A sueca Sarah Sjostrom e o chinês Xu Jiayu talvez sequer jamais tenham se falado, apesar de frequentarem as mesmas grandes competições internacionais.

Mas têm histórias até certo ponto semelhantes de voltas por cima, e que tiveram um efeito libertador em suas carreiras.

E que muitos desejam repetir.

A prodígio que virou estrela

Em 2009, Sjostrom surpreendeu o mundo ao vencer os 100m borboleta no Mundial de Roma, superando o recorde mundial. Tinha apenas 15 anos.

Não estava preparada para aquele sucesso. Pressionada todas as vezes que competia, não alcançou seus objetivos nos anos seguintes. No Mundial seguinte, em Xangai, terminou na quarta posição em três provas. Nos Jogos Olímpicos de Londres, em 2012, mais um quarto lugar.

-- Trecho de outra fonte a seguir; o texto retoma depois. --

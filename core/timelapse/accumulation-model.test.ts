import { describe, expect, it } from 'vitest';
import { createRng } from '../stats';
import { fitAccumulationModel, sddAccumulationTimeS } from './accumulation-model';

const EL = 500;
const grid = Float64Array.from({ length: 41 }, (_, i) => i / 40);
const xUm = grid.map((v) => v * EL);

describe('sddAccumulationTimeS', () => {
  it('is 1/(2k) at the source and grows by 1/(2k) per λ', () => {
    // Source: τ(x) = (1 + x/λ)/(2k) (Berezhkovskii, Sample & Shvartsman 2010 — from memory, re-derived in the module).
    expect(sddAccumulationTimeS(0, 100, 1 / 600)).toBeCloseTo(300, 10);
    expect(sddAccumulationTimeS(100, 100, 1 / 600)).toBeCloseTo(600, 10);
  });
});

describe('fitAccumulationModel', () => {
  it('recovers τ₀, k, λ_τ and D from exact model values and reads them as agreeing', () => {
    // Demo data: exact τ(x) of the model with k = 1/600 s⁻¹ and λ = 100 µm, plus tiny seeded noise.
    const rng = createRng(3);
    const tau = xUm.map((x) => sddAccumulationTimeS(x, 100, 1 / 600) + 0.5 * rng.normal());
    const se = tau.map(() => 0.5);
    const fit = fitAccumulationModel(xUm, grid, tau, se, { eggLengthUm: EL, steady: { lambdaUm: 100, lambdaSeUm: 1 } });
    expect(fit.n).toBe(13); // x/EL 0.1, 0.125, …, 0.4
    expect(fit.tau0S.value).toBeCloseTo(300, 0);
    expect(fit.kPerS.value * 600).toBeCloseTo(1, 2);
    expect(fit.lambdaTauUm.value).toBeCloseTo(100, 0);
    expect(fit.lambdaTauEl.value).toBeCloseTo(0.2, 2);
    // D = kλ² = 10⁴/600 µm²/s.
    expect(fit.dUm2PerS.value / (1e4 / 600)).toBeCloseTo(1, 2);
    expect(fit.dUm2PerS.ciLow).toBeLessThan(1e4 / 600);
    expect(fit.dUm2PerS.ciHigh).toBeGreaterThan(1e4 / 600);
    expect(fit.kPerS.ciLow).toBeLessThan(1 / 600);
    expect(fit.kPerS.ciHigh).toBeGreaterThan(1 / 600);
    expect(fit.agreement).toBe('agree');
    expect(fit.reading).toMatch(/^λ_τ = 0\.20 EL .* agree within the 95% interval/);
  });

  it('reads a λ_τ half again as long as λ as differing, and says which way', () => {
    const tau = xUm.map((x) => sddAccumulationTimeS(x, 150, 1 / 600));
    const tauNoisy = tau.map((v, i) => v + (i % 2 ? 1 : -1));
    const fit = fitAccumulationModel(xUm, grid, tauNoisy, tau.map(() => 1), { eggLengthUm: EL, steady: { lambdaUm: 100, lambdaSeUm: 2 } });
    expect(fit.agreement).toBe('differ');
    expect(fit.reading).toMatch(/λ_τ is 5\d% longer/);
  });

  it('leaves λ_τ unresolved when τ does not rise with x', () => {
    const rng = createRng(9);
    const tau = xUm.map(() => 300 + 20 * rng.normal());
    const fit = fitAccumulationModel(xUm, grid, tau, tau.map(() => NaN), { eggLengthUm: EL, steady: null });
    expect(fit.agreement).toBe('unresolved');
    expect(Number.isNaN(fit.lambdaTauUm.ciLow)).toBe(true);
    expect(fit.reading).toMatch(/not resolved/);
  });

  it('rejects too few positions with a one-line message', () => {
    expect(() => fitAccumulationModel(xUm, grid, xUm.map(() => NaN), xUm, { eggLengthUm: EL, steady: null })).toThrow(
      'fitAccumulationModel: only 0 positions with a measured τ in [0.1, 0.4] x/EL; need at least 3');
  });
});
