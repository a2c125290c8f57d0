// Rows of the time-analysis tables (accumulation.csv, model_fit.csv); the caller writes them as CSV. NaN = empty cell.
import type { Estimate } from './accumulation-model';
import type { MovieSummary } from './summary';

/** A table cell: number (NaN → empty), text, or empty. */
export type Cell = string | number | null;

/** Columns of accumulation.csv: one row per movie × x/EL bin. */
export const ACCUMULATION_COLUMNS = [
  'file', 'x_el', 'x_um', 'tau_s', 'tau_ci_low_s', 'tau_ci_high_s', 'tau_se_s', 'steady_state', 'noise_sd', 'late_rise', 'still_rising',
] as const;

/** Columns of model_fit.csv: one row per movie. */
export const MODEL_FIT_COLUMNS = [
  'file', 'fit_start_el', 'fit_end_el', 'n',
  'tau0_s', 'tau0_ci_low_s', 'tau0_ci_high_s', 'k_per_s', 'k_ci_low_per_s', 'k_ci_high_per_s',
  'd_um2_per_s', 'd_ci_low_um2_per_s', 'd_ci_high_um2_per_s',
  'lambda_tau_el', 'lambda_tau_ci_low_el', 'lambda_tau_ci_high_el', 'lambda_el', 'lambda_ci_low_el', 'lambda_ci_high_el',
  'agreement', 'reading', 'note',
] as const;

/** accumulation.csv rows of one movie (none when τ(x) was not computed). */
export function accumulationRows(s: MovieSummary): Cell[][] {
  const a = s.accumulation;
  if (!a) return [];
  return Array.from(a.xEl, (x, i): Cell[] => [
    s.file, x, a.xUm[i], a.tauS[i], a.tauCiLowS[i], a.tauCiHighS[i], a.tauSeS[i], a.steadyState[i], a.noiseSd[i], a.lateRise[i], a.stillRising[i],
  ]);
}

const triple = (e: Estimate): Cell[] => [e.value, e.ciLow, e.ciHigh];

/** The model_fit.csv row of one movie; empty numbers and the reason in `note` when there is no fit. */
export function modelFitRow(s: MovieSummary): Cell[] {
  const m = s.model;
  if (!m) return [s.file, ...Array.from({ length: MODEL_FIT_COLUMNS.length - 4 }, () => null), 'unresolved', null, s.note];
  return [
    s.file, m.rangeEl[0], m.rangeEl[1], m.n, ...triple(m.tau0S), ...triple(m.kPerS),
    ...(s.accumulation && Number.isFinite(s.accumulation.xUm[0]) ? triple(m.dUm2PerS) : [null, null, null]),
    ...triple(m.lambdaTauEl), ...triple(m.lambdaEl), m.agreement, m.reading, s.note,
  ];
}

A partir de então, passou a trabalhar com um psicólogo e mudou a forma de encarar a natação. Resultado: um ciclo olímpico seguinte primoroso, recordes mundiais nos 50m e 100m borboleta, títulos mundiais em 2013 e 2015 e grandes performances também em provas de livre.

Sarah Sjostrom (foto: Gian Mattia D’Alberto/LaPresse)

Na Olimpíada do Rio de Janeiro, em 2016, a consagração definitiva: ouro com recorde mundial nos 100m borboleta, além de uma prata nos 200m livre e um bronze nos 100m.

De 1980 a 2000 a Suécia havia conquistado medalhas na natação em todos os Jogos Olímpicos, mas desde então não subiu ao pódio nenhuma vez.

O desempenho de Sjostrom no Rio colocou novamente em destaque um país de tradição no esporte, que já teve lendas como Arne Borg, Anders Holmertz, Lars Frolander e Therese Alshammar.

Rápida maturidade

A trajetória de Xu Jiayu guarda algumas semelhanças com a da sueca, apesar de ser mais curta.

Em 2012, aos 17 anos, disputou sua primeira Olimpíada. Com a política chinesa de fazer seus nadadores competirem o mínimo de provas possível para maximizar seus desempenhos naquela competição, nadou somente os 200m costas. Não se classificou para a semifinal.

No ano anterior, havia conquistado sua primeira medalha em campeonato nacional absoluto, um bronze nos 100m costas. Filho de uma ex-nadadora, teve ascensão meteórica. Em 2013, já foi finalista dos 200m costas no Mundial de Barcelona.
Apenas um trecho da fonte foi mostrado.